╭──

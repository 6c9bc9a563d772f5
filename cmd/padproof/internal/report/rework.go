package report

import (
	"fmt"
	"strings"

	"padproof/cmd/padproof/internal/result"
)

// rework says what would bring the loss in.
func rework(p *page, a *result.Answer) {
	if len(a.Rework) == 0 {
		return
	}
	p.heading("What should bring the loss in; one of")
	for _, r := range a.Rework {
		p.item("  - ", r.Text)
	}
	p.item("  ", result.SolderCaution)
}

// withoutDrawing says what might be wrong with a pad that is known by its mark alone.
func withoutDrawing(p *page, a *result.Answer) {
	if len(a.WithoutDrawing) == 0 {
		return
	}
	p.heading("What might be wrong; no drawing was given, so these are likelihoods and no findings")
	for _, l := range a.WithoutDrawing {
		kinds := ""
		if len(l.Networks) > 0 {
			kinds = " (" + strings.Join(l.Networks, ", ") + ")"
		}
		p.item("  - ", fmt.Sprintf("%s%s: would read %s here; likelihood %s; to tell: %s", l.Fault, kinds, wouldRead(l), fixed(l.Likelihood, 2), l.Measure))
	}
	p.item("  ", result.SolderCaution)
}

func wouldRead(l result.Likelihood) string {
	low, high := fixed(l.WouldReadLowDB, 1), fixed(l.WouldReadHighDB, 1)
	switch {
	case !l.WouldReadDB.OK():
		return "nothing"
	case !l.WouldReadLowDB.OK() || !l.WouldReadHighDB.OK() || low == high:
		return fixed(l.WouldReadDB, 1) + " dB"
	}
	return low + " to " + high + " dB"
}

╰──

About this exercise
Please make an exact copy of each record.

Result below
repository 6c9bc9a563d772f5
filename cmd/padproof/internal/report/rework.go
package report

import (
	"fmt"
	"strings"

	"padproof/cmd/padproof/internal/result"
)

// rework says what would bring the loss in.
func rework(p *page, a *result.Answer) {
	if len(a.Rework) == 0 {
		return
	}
	p.heading("What should bring the loss in; one of")
	for _, r := range a.Rework {
		p.item("  - ", r.Text)
	}
	p.item("  ", result.SolderCaution)
}

// withoutDrawing says what might be wrong with a pad that is known by its mark alone.
func withoutDrawing(p *page, a *result.Answer) {
	if len(a.WithoutDrawing) == 0 {
		return
	}
	p.heading("What might be wrong; no drawing was given, so these are likelihoods and no findings")
	for _, l := range a.WithoutDrawing {
		kinds := ""
		if len(l.Networks) > 0 {
			kinds = " (" + strings.Join(l.Networks, ", ") + ")"
		}
		p.item("  - ", fmt.Sprintf("%s%s: would read %s here; likelihood %s; to tell: %s", l.Fault, kinds, wouldRead(l), fixed(l.Likelihood, 2), l.Measure))
	}
	p.item("  ", result.SolderCaution)
}

func wouldRead(l result.Likelihood) string {
	low, high := fixed(l.WouldReadLowDB, 1), fixed(l.WouldReadHighDB, 1)
	switch {
	case !l.WouldReadDB.OK():
		return "nothing"
	case !l.WouldReadLowDB.OK() || !l.WouldReadHighDB.OK() || low == high:
		return fixed(l.WouldReadDB, 1) + " dB"
	}
	return low + " to " + high + " dB"
}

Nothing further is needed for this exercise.